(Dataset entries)
_ _ _ _ _ _ _

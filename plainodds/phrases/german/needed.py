"""The number needed in German, its interval in one piece or two."""

from __future__ import annotations

import math

from plainodds.answers.comparing import NumberNeeded
from plainodds.model.predictors import Subject
from plainodds.phrases.german.language import GERMAN
from plainodds.phrases.german.parts import case, cases, level_intervals
from plainodds.phrases.lexicon import lexicon
from plainodds.phrases.needed import needed_range, pieces
from plainodds.phrases.numbers import level_figures, needed

__all__ = ["needed_sentences", "needed_technical"]


def needed_sentences(subject: Subject, number: NumberNeeded, level: float) -> list[str]:
    """Among how many cases there is one event more, or fewer; empty where that is not known."""
    if math.isnan(number.estimate):
        return []
    outcome = subject.outcome
    many = f"je {needed(number.estimate)} verglichene {cases(outcome)}"
    if needed(number.estimate) == "1":
        many = f"jeden verglichenen {case(outcome)}"
    told = f"Auf {many} kommt ein Ereignis {_side(number.more)}"
    if math.isinf(number.estimate):
        told = (
            f"Ohne Unterschied gibt es keine Zahl verglichener {cases(outcome)}, auf die ein "
            "Ereignis mehr oder weniger kommt"
        )
    found = pieces(number)
    if not found:
        return [told]
    (more, (least, most)) = found[0]
    if len(found) == 1 and not math.isinf(most):
        return [told + lexicon().interval.format(level_figures(level), needed_range(least, most))]
    one = level_intervals(level).removesuffix("e")
    start = f"{needed(least)} für eines {_side(more)}"
    if len(found) == 1:
        return [f"{told}; das {one} reicht von {start} bis unendlich, was keinen Unterschied heißt"]
    _, (fewest, _) = found[1]
    return [
        f"{told}; das {one} schließt ein, dass es keinen Unterschied gibt, und reicht deshalb von "
        f"{start} über unendlich (kein Unterschied) bis {needed(fewest)} für eines "
        f"{_side(not more)}"
    ]


@GERMAN.needed_technical.register
def needed_technical(number: NumberNeeded, level: float) -> list[str]:
    """The number needed with its interval's pieces; empty where it is not known."""
    if math.isnan(number.estimate):
        return []
    told = f"Nötige Zahl (number needed) {needed(number.estimate)}"
    if not math.isinf(number.estimate):
        told += f" für ein Ereignis {_side(number.more)}"
    found = pieces(number)
    if not found:
        return [told]
    written = [f"{needed_range(*ends)} für eines {_side(more)}" for more, ends in found]
    how = written[0] if len(written) == 1 else f"in zwei Stücken, {written[0]} und {written[1]}"
    return [told + lexicon().interval.format(level_figures(level), how)]


def _side(more: bool) -> str:
    return "mehr" if more else "weniger"
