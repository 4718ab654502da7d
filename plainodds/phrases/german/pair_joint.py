"""The joint table of two factors in German: each combination, and what adding up says."""

from __future__ import annotations

import math

from plainodds.answers.estimate import Estimate
from plainodds.answers.joint import AdditiveInteraction, JointCell, JointTable, StratumEffect
from plainodds.answers.moves import Move
from plainodds.answers.pair import PairAnswer
from plainodds.phrases.choices.pair import (
    additive_of,
    cells_without_events,
    cells_without_rows,
    leaves_open,
)
from plainodds.phrases.german.pair_labels import combination, noun, rows_behind
from plainodds.phrases.german.parts import cases
from plainodds.phrases.labels import named_value
from plainodds.phrases.moves import moves_words
from plainodds.phrases.numbers import quantity
from plainodds.phrases.parts import (
    chance_with_interval,
    difference_with_interval,
    ratio_with_interval,
    signed_with_interval,
    standard_error,
)

__all__ = ["additive_sentences", "joint_cautions", "joint_technical"]


def additive_sentences(answer: PairAnswer) -> list[str]:
    """Whether both together add more than the two apart; empty without a joint table."""
    table = answer.joint
    if table is None:
        return []
    excess = additive_of(table).relative_excess_risk
    if math.isnan(excess.estimate):
        return []
    reference, _, _, both = table.cells
    how = "genau so viel hinzu, wie"
    if excess.estimate != 0:
        how = f"{'mehr' if excess.estimate > 0 else 'weniger'} hinzu, als"
    told = (
        f"gezählt in Vielfachen der {_unit(table)} mit {combination(answer, reference)} fügen "
        f"{combination(answer, both)} zusammen {how} beide einzeln hinzufügen würden: RERI "
        f"{signed_with_interval(excess, answer.question.level)}"
    )
    return [f"{told}; offen bleibt, ob es mehr oder weniger ist" if leaves_open(excess) else told]


def _unit(table: JointTable) -> str:
    return "Chance (Odds)" if table.additive_by_chances is None else "Wahrscheinlichkeit"


def joint_cautions(answer: PairAnswer) -> list[str]:
    """What must be known to read the joint table; empty without one."""
    table = answer.joint
    if table is None:
        return []
    told, many = _recoded(answer, table), cases(answer.subject.outcome)
    empty = " sowie mit ".join(combination(answer, cell) for cell in cells_without_rows(table))
    if empty:
        told.append(
            f"Die Daten haben keine {many} mit {empty}; was dort gesagt wird, sagt das "
            "Modell für sich allein, oder es ist nicht bekannt"
        )
    still = " sowie mit ".join(combination(answer, cell) for cell in cells_without_events(table))
    if still:
        among = cases(answer.subject.outcome, "Fällen")
        told.append(
            f"Unter den {among} mit {still} gibt es kein Ereignis; was dort gesagt wird, "
            "hängt am Modell"
        )
    told += _no_synergy(table)
    if table.additive_by_chances is None:
        told.append(
            "Die Maße des Addierens sind hier aus Odds Ratios gebildet, die nur dann für "
            "Verhältnisse von Wahrscheinlichkeiten stehen, wenn die Wahrscheinlichkeiten unter "
            f"etwa {quantity(10, '%')} liegen"
        )
    return told


def _recoded(answer: PairAnswer, table: JointTable) -> list[str]:
    """From which combination is counted, where it is not the stated one, and why."""
    if not table.recoded:
        return []
    return [
        f"Die gemeinsame Tafel zählt ab {combination(answer, table.cells[0])}, denn dort ist die "
        "Chance (Odds) am niedrigsten: Maße des Addierens lassen sich nur lesen, wenn beide "
        "Faktoren sie erhöhen"
    ]


def _no_synergy(table: JointTable) -> list[str]:
    """Why a synergy index is missing; empty where none is."""
    found = additive_of(table)
    if found.synergy_index is not None:
        return []
    if math.isnan(found.relative_excess_risk.estimate):
        return [
            "Einen Synergie-Index gibt es nicht, da die Daten eine der Verbindungen offen lassen"
        ]
    return [
        f"Einen Synergie-Index gibt es nicht: er vergleicht, was zur {_unit(table)} hinzukommt, "
        "und hier fügen beide einzeln oder beide zusammen ihr nichts hinzu"
    ]


def joint_technical(answer: PairAnswer) -> list[str]:
    """The whole joint table with its measures; empty without one."""
    table = answer.joint
    if table is None:
        return []
    told = [
        *(_cell(answer, cell) for cell in table.cells),
        *(_stratum(answer, each) for each in table.strata),
        _measures(answer, "Odds Ratios", table.additive_by_odds),
    ]
    if table.additive_by_chances is not None:
        told.append(_measures(answer, "relativen Risiken", table.additive_by_chances))
    return told


def _cell(answer: PairAnswer, cell: JointCell) -> str:
    level = answer.question.level
    told = [rows_behind(answer, cell)] if rows_behind(answer, cell) else []
    if cell.chance is not None:
        what = noun(answer).removeprefix("die ")
        told.append(f"{what} {chance_with_interval(cell.chance, level)}")
    odds = f"Odds Ratio {ratio_with_interval(cell.odds_ratio, level)}"
    told.append("Referenz" if cell.is_reference else odds)
    return f"{combination(answer, cell)}: {', '.join(told)}"


def _stratum(answer: PairAnswer, each: StratumEffect) -> str:
    level, question, subject = answer.question.level, answer.question, answer.subject
    other = question.b if each.predictor == question.a else question.a
    change = moves_words(subject, ((each.predictor, Move(each.start, each.end)),))
    told = (
        f"innerhalb von {named_value(subject.predictor(other), each.within)}, {change}: Odds Ratio "
        f"{ratio_with_interval(each.odds_ratio, level)}"
    )
    if each.risk_difference is None:
        return told
    return f"{told}, Wahrscheinlichkeit {difference_with_interval(each.risk_difference, level)}"


def _measures(answer: PairAnswer, source: str, found: AdditiveInteraction) -> str:
    level = answer.question.level

    def told(name: str, estimate: Estimate) -> str:
        return f"{name} {signed_with_interval(estimate, level)}{standard_error(estimate)}"

    synergy = "Synergie-Index nicht definiert"
    if found.synergy_index is not None:
        synergy = f"Synergie-Index {ratio_with_interval(found.synergy_index, level)}"
    return (
        f"aus {source}: {told('RERI', found.relative_excess_risk)}; "
        f"{told('zuschreibbarer Anteil', found.attributable_proportion)}; {synergy}"
    )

_ _ _ _ _ _ _

Take the lines from the top of the data through the one that contains "outcome = subject.outcome" and copy them exactly, leaving out every line after it.

Result for this exercise:
filename plainodds/phrases/german/needed.py
"""The number needed in German, its interval in one piece or two."""

from __future__ import annotations

import math

from plainodds.answers.comparing import NumberNeeded
from plainodds.model.predictors import Subject
from plainodds.phrases.german.language import GERMAN
from plainodds.phrases.german.parts import case, cases, level_intervals
from plainodds.phrases.lexicon import lexicon
from plainodds.phrases.needed import needed_range, pieces
from plainodds.phrases.numbers import level_figures, needed

__all__ = ["needed_sentences", "needed_technical"]


def needed_sentences(subject: Subject, number: NumberNeeded, level: float) -> list[str]:
    """Among how many cases there is one event more, or fewer; empty where that is not known."""
    if math.isnan(number.estimate):
        return []
    outcome = subject.outcome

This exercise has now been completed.